I guess I don't see why this is news.

------
phaus
In many organizations a promotion will depend on your supervisor's ability to
sell it to his superiors. The system at Amazon just makes it more noticeable.

I'm highly opposed to establishing quotas, either for promotion, demotion,
hiring, or termination. In all cases, quotas establish a destructive
environment.

------
rdl
Whenever I read one of these articles, I wonder which medium to large size
companies actually _are_ good places to work. This is from a "startup type
person perspective" \-- i.e. largely defined by work or career, even if you
don't want the financial risk of a startup. Lots of places are fine if it's
just a job.

Apple seems like it could be awesome if you're on the right time, and horrible
otherwise, which is about the best I've seen of anywhere.

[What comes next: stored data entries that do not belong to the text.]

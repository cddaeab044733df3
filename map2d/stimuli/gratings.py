"""Grating sequences: flashed (one static grating per frame) and drifting trials, seeded.

Both return a :class:`map2d.contract.GratingTable` whose rows follow ``gratings.csv`` of the contract:
``s(x, y, t) = contrast * cos(2 pi sf u - 2 pi tf (t - onset) + phase)`` with
``u = (x - xc) cos(ori) + (y - yc) sin(ori)``; ``ori`` is the wave-vector angle (0 = vertical stripes),
and a drifting grating moves toward ``ori``.

Caution: flashing and high-contrast patterns can trigger seizures in photosensitive people. Follow
local guidance and your local animal-care approvals when presenting these stimuli.
"""

from __future__ import annotations

import numpy as np

from ..contract import GRATING_COLUMNS, GratingTable

__all__ = ["make_flashed_gratings", "make_drifting_gratings", "combine_tables"]


def _values(name, values, lo=None, hi=None, positive=False):
    a = np.atleast_1d(np.asarray(values, dtype=float)).ravel()
    if a.size == 0:
        raise ValueError(f"{name} must not be empty")
    if not np.all(np.isfinite(a)):
        raise ValueError(f"{name} must be finite, got {a.tolist()}")
    if positive and np.any(a <= 0):
        raise ValueError(f"{name} must be positive, got {a.tolist()}")
    if lo is not None and (np.any(a < lo) or np.any(a >= hi)):
        raise ValueError(f"{name} must lie in [{lo}, {hi}), got {a.tolist()}")
    if np.unique(a).size != a.size:
        raise ValueError(f"{name} holds repeated values: {a.tolist()}")
    return a


def _positive(name, value):
    if not (np.isfinite(value) and value > 0):
        raise ValueError(f"{name} must be positive, got {value}")


def _finite(name, value):
    if not np.isfinite(value):
        raise ValueError(f"{name} must be finite, got {value}")


def _origin(phase_origin_deg):
    try:
        xc, yc = (float(v) for v in phase_origin_deg)
    except Exception:
        raise ValueError(f"phase_origin_deg must be two numbers, got {phase_origin_deg!r}") from None
    if not (np.isfinite(xc) and np.isfinite(yc)):
        raise ValueError(f"phase_origin_deg must be finite, got {phase_origin_deg!r}")
    return xc, yc


def _contrast(contrast):
    if not (np.isfinite(contrast) and 0 < contrast <= 1):
        raise ValueError(f"contrast must be in (0, 1], got {contrast}")
    return float(contrast)


def make_flashed_gratings(orientations_deg, sfs_cpd, phases_deg, duration_s, rate_hz=10.0,
                          blank_fraction=0.1, contrast=1.0, phase_origin_deg=(0.0, 0.0), start_s=0.0,
                          rng=None) -> GratingTable:
    """A flashed-grating sequence: one static grating per frame, in random, balanced order.

    Caution: flashing and high-contrast patterns can trigger seizures in photosensitive people.
    Follow local guidance and your local animal-care approvals when presenting these stimuli.

    Parameters
    ----------
    orientations_deg : sequence of float
        Wave-vector orientations in ``[0, 180)`` (0 = vertical stripes).
    sfs_cpd : sequence of float
        Spatial frequencies (> 0), cycles per degree.
    phases_deg : sequence of float
        Spatial phases in ``[0, 360)``; at phase 0 a bright crest lies on the phase origin.
    duration_s : float
        Length of the sequence; it has ``floor(duration_s * rate_hz)`` frames (at least 1).
    rate_hz : float
        Frames per second: frame ``k`` is shown from ``start_s + k / rate_hz`` to
        ``start_s + (k + 1) / rate_hz``.
    blank_fraction : float
        Fraction of frames that are blank (in ``[0, 1)``). A blank row has ``contrast = 0``,
        ``sf_cpd = 0``, ``orientation_deg = 0`` and ``phase_deg = 0`` (numbers, as the contract asks).
    contrast : float
        Contrast of the non-blank gratings, in ``(0, 1]``.
    phase_origin_deg : (float, float)
        ``(xc, yc)`` of the phase origin, degrees.
    start_s : float
        Onset of the first frame.
    rng : numpy.random.Generator or int, optional
        Seed or generator.

    Returns
    -------
    GratingTable
        With ``tf_hz = 0`` on every row.

    Notes
    -----
    The order is built from blocks. A block holds every orientation x SF x phase condition once plus
    ``b = round(blank_fraction * C / (1 - blank_fraction))`` blanks (``C`` conditions), shuffled; blocks
    follow each other. Over whole blocks every condition appears equally often (and blanks
    ``b`` times per block); when the sequence ends inside a block, counts differ by at most one.

    Examples
    --------
    >>> t = make_flashed_gratings([0, 90], [0.1], [0, 180], duration_s=1.0, rate_hz=10, blank_fraction=0.2,
    ...                           rng=0)
    >>> len(t), int((t.contrast == 0).sum())
    (10, 2)
    """
    ori = _values("orientations_deg", orientations_deg, 0.0, 180.0)
    sf = _values("sfs_cpd", sfs_cpd, positive=True)
    ph = _values("phases_deg", phases_deg, 0.0, 360.0)
    _positive("duration_s", duration_s)
    _positive("rate_hz", rate_hz)
    if not (np.isfinite(blank_fraction) and 0 <= blank_fraction < 1):
        raise ValueError(f"blank_fraction must be in [0, 1), got {blank_fraction}")
    _finite("start_s", start_s)
    c = _contrast(contrast)
    origin = _origin(phase_origin_deg)
    rng = np.random.default_rng(rng)
    n_frames = int(np.floor(duration_s * rate_hz + 1e-9))
    if n_frames < 1:
        raise ValueError(f"duration_s * rate_hz gives {n_frames} frames; at least 1 is needed")

    oo, ss, pp = (a.ravel() for a in np.meshgrid(ori, sf, ph, indexing="ij"))
    n_cond = oo.size
    n_blank = int(round(blank_fraction * n_cond / (1.0 - blank_fraction)))
    block = n_cond + n_blank
    n_blocks = -(-n_frames // block)
    # index n_cond .. block-1 are blanks; each block is its own random permutation
    idx = np.argsort(rng.random((n_blocks, block)), axis=1).ravel()[:n_frames]
    blank = idx >= n_cond
    safe = np.where(blank, 0, idx)
    onset = float(start_s) + np.arange(n_frames, dtype=float) / float(rate_hz)
    offset = float(start_s) + np.arange(1, n_frames + 1, dtype=float) / float(rate_hz)
    return GratingTable(onset_s=onset, offset_s=offset,
                        orientation_deg=np.where(blank, 0.0, oo[safe]),
                        sf_cpd=np.where(blank, 0.0, ss[safe]),
                        phase_deg=np.where(blank, 0.0, pp[safe]),
                        contrast=np.where(blank, 0.0, c),
                        tf_hz=np.zeros(n_frames),
                        phase_origin_deg=origin)


def make_drifting_gratings(directions_deg, sfs_cpd, tf_hz, trial_s=2.0, gap_s=1.0, repeats=5,
                           contrast=1.0, phase_origin_deg=(0.0, 0.0), start_s=0.0, rng=None) -> GratingTable:
    """Drifting-grating trials: every direction x SF, ``repeats`` times, in random order.

    Caution: flashing and high-contrast patterns can trigger seizures in photosensitive people.
    Follow local guidance and your local animal-care approvals when presenting these stimuli.

    Parameters
    ----------
    directions_deg : sequence of float
        Drift directions in ``[0, 360)``; the grating moves toward this wave-vector angle.
    sfs_cpd : sequence of float
        Spatial frequencies (> 0), cycles per degree.
    tf_hz : float
        Temporal frequency (> 0), cycles per second.
    trial_s, gap_s : float
        Trial duration (> 0) and grey gap after each trial (>= 0).
    repeats : int
        Repeats of every condition; each repeat is a block holding every condition once, shuffled.
    contrast : float
        In ``(0, 1]``.
    phase_origin_deg : (float, float)
        ``(xc, yc)`` of the phase origin, degrees.
    start_s : float
        Onset of the first trial; trial ``i`` starts at ``start_s + i * (trial_s + gap_s)``.
    rng : numpy.random.Generator or int, optional
        Seed or generator.

    Returns
    -------
    GratingTable
        ``phase_deg = 0`` at onset on every row (a bright crest on the origin), ``tf_hz`` as given.

    Examples
    --------
    >>> t = make_drifting_gratings([0, 90, 180, 270], [0.04], tf_hz=2.0, repeats=3, rng=0)
    >>> len(t), float(t.onset_s[1]), float(t.offset_s[0])
    (12, 3.0, 2.0)
    """
    dirs = _values("directions_deg", directions_deg, 0.0, 360.0)
    sf = _values("sfs_cpd", sfs_cpd, positive=True)
    _positive("tf_hz", tf_hz)
    _positive("trial_s", trial_s)
    if not (np.isfinite(gap_s) and gap_s >= 0):
        raise ValueError(f"gap_s must be >= 0, got {gap_s}")
    if int(repeats) != repeats or repeats < 1:
        raise ValueError(f"repeats must be a positive integer, got {repeats}")
    _finite("start_s", start_s)
    c = _contrast(contrast)
    origin = _origin(phase_origin_deg)
    rng = np.random.default_rng(rng)
    dd, ss = (a.ravel() for a in np.meshgrid(dirs, sf, indexing="ij"))
    n_cond = dd.size
    idx = np.argsort(rng.random((int(repeats), n_cond)), axis=1).ravel()
    n = idx.size
    onset = float(start_s) + np.arange(n, dtype=float) * (float(trial_s) + float(gap_s))
    return GratingTable(onset_s=onset, offset_s=onset + float(trial_s),
                        orientation_deg=dd[idx], sf_cpd=ss[idx], phase_deg=np.zeros(n),
                        contrast=np.full(n, c), tf_hz=np.full(n, float(tf_hz)),
                        phase_origin_deg=origin)


def combine_tables(*tables) -> GratingTable:
    """Concatenate grating tables (e.g. a flashed sequence then drifting trials), sorted by onset.

    All tables must share one phase origin. Extra columns are kept; a row from a table without that
    column gets an empty value.

    Examples
    --------
    >>> a = make_flashed_gratings([0], [0.1], [0], duration_s=1.0, rate_hz=2, blank_fraction=0, rng=0)
    >>> b = make_drifting_gratings([0], [0.1], tf_hz=1.0, repeats=1, start_s=5.0, rng=0)
    >>> t = combine_tables(a, b)
    >>> t.onset_s.tolist(), t.tf_hz.tolist()
    ([0.0, 0.5, 5.0], [0.0, 0.0, 1.0])
    """
    if len(tables) == 1 and not isinstance(tables[0], GratingTable):
        tables = tuple(tables[0])
    if not tables:
        raise ValueError("tables: give at least one GratingTable")
    for t in tables:
        if not isinstance(t, GratingTable):
            raise ValueError(f"tables must be GratingTable objects, got {type(t).__name__}")
    origins = {tuple(float(v) for v in t.phase_origin_deg) for t in tables}
    if len(origins) != 1:
        raise ValueError(f"tables have different phase origins {sorted(origins)}; they cannot share one file")
    cols = {c: np.concatenate([np.asarray(getattr(t, c), dtype=float) for t in tables]) for c in GRATING_COLUMNS}
    order = np.argsort(cols["onset_s"], kind="stable")
    cols = {c: v[order] for c, v in cols.items()}
    keys = []
    for t in tables:
        keys += [k for k in t.extra if k not in keys]
    extra = {}
    for k in keys:
        vals = []
        for t in tables:
            vals += list(t.extra[k]) if k in t.extra else [""] * len(t)
        extra[k] = [vals[i] for i in order]
    return GratingTable(**cols, phase_origin_deg=origins.pop(), extra=extra)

By definition, any job where you're not revenue generating and in the main
(and especially main and growing) line of business also sucks. I guess there
are limited exceptions when it is clear a new product could become the main
line of business, and you're early in it.

Amazon, Microsoft, Intel seem painful at best, and Google seems like it had a
rough few years with a mass culling of less important products.

On the other hand, even the most pathological organizations (government!) can
be ok as a consultant, if you're on an important enough assignment and have
buy-in at the right levels. If nothing else, it's an amazing opportunity for
comparative anthropology.

------
mrbgty
Sounds to me like no matter what system is used, the problem is that there's a
limited number of promotions/raises to give out.

If your employees really are adding value to the company, then why should the
promotions/raises be limited?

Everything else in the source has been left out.